TASK REQUIREMENTS
State how many lines in the listing below include the word "insertPlan". Give nothing but the number.
**** TASK MATERIAL ****
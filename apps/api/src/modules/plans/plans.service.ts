import { maintenanceIntervalMonths, NETA_INTERVAL_FACTORS } from '@varden/engineering';
import type {
  ChecklistItem,
  InspectionInterval,
  InspectionPlan,
  inspectionIntervalQuery,
  inspectionPlanCreate,
  inspectionPlanListQuery,
  inspectionPlanUpdate,
} from '@varden/schemas';
import type { z } from 'zod';
import type { SessionUser } from '../../access/current-user';
import { siteScope } from '../../access/site-scope';
import type { Database } from '../../db/client';
import { inspectionPlans } from '../../db/schema/index';
import { deleteUnreferenced, updateVersioned } from '../../db/versioned';
import { AppError } from '../../http/app-error';
import { assertInScope } from '../register/scope-filter';
import { fromJson } from '../work-orders/to-work-order';
import { bankForNewOrder } from '../work-orders/work-orders.service';
import { findPlanView, insertPlan, listPlanViews, type PlanView } from './plans.repository';

export function toPlan({ plan, bankName, siteId, siteName }: PlanView): InspectionPlan {
  return {
    id: plan.id,
    bankId: plan.bankId,
    bankName,
    siteId,
    siteName,
    name: plan.name,
    intervalMonths: plan.intervalMonths,
    leadDays: plan.leadDays,
    checklist: fromJson<ChecklistItem[]>(plan.checklist as ChecklistItem[] | string),
    nextDueOn: plan.nextDueOn,
    active: plan.active,
    version: plan.version,
  };
}

export async function listPlans(db: Database, user: SessionUser, q: z.output<typeof inspectionPlanListQuery>) {
  const { rows, total } = await listPlanViews(
    db,
    { scope: siteScope(user), bankId: q.bankId, siteId: q.siteId, active: q.active === undefined ? undefined : q.active === 'true', q: q.q },
    q,
  );
  return { items: rows.map(toPlan), total };
}

export async function getPlan(db: Database, user: SessionUser, id: number): Promise<InspectionPlan> {
  const view = await findPlanView(db, id);
  if (!view) throw new AppError('not_found', `Inspection plan ${id} does not exist.`);
  assertInScope(siteScope(user), view.siteId, 'Inspection plan', id);
  return toPlan(view);
}

export async function createPlan(db: Database, input: z.output<typeof inspectionPlanCreate>): Promise<InspectionPlan> {
  await bankForNewOrder(db, input.bankId);
  const id = await insertPlan(db, input);
  return toPlan((await findPlanView(db, id))!);
}

export async function updatePlan(db: Database, id: number, input: z.output<typeof inspectionPlanUpdate>): Promise<InspectionPlan> {
  const { version, ...values } = input;
  await updateVersioned(db, inspectionPlans, id, version, values, 'Inspection plan');
  return toPlan((await findPlanView(db, id))!);
}

export async function deletePlan(db: Database, id: number): Promise<void> {
  await deleteUnreferenced(db, inspectionPlans, id, 'Inspection plan', 'Set it inactive instead: it stops making orders and keeps its history.');
}

/**
 * A plan's interval from NETA MTS Appendix B [STD] (engineering-reference.md §7): a base
 * interval times the factor for the site's reliability need and the equipment's condition,
 * rounded to whole months (at least one) for the plan.
 */
export function inspectionIntervalOf(q: z.output<typeof inspectionIntervalQuery>): InspectionInterval {
  const exactMonths = maintenanceIntervalMonths({ baseIntervalMonths: q.baseIntervalMonths, reliability: q.reliability, condition: q.condition });
  return {
    ...q,
    factor: NETA_INTERVAL_FACTORS[q.reliability][q.condition],
    exactMonths,
    intervalMonths: Math.max(1, Math.round(exactMonths)),
    source: 'NETA MTS Appendix B: base interval × factor for reliability need and equipment condition',
  };
}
****
ANSWER SPACE
2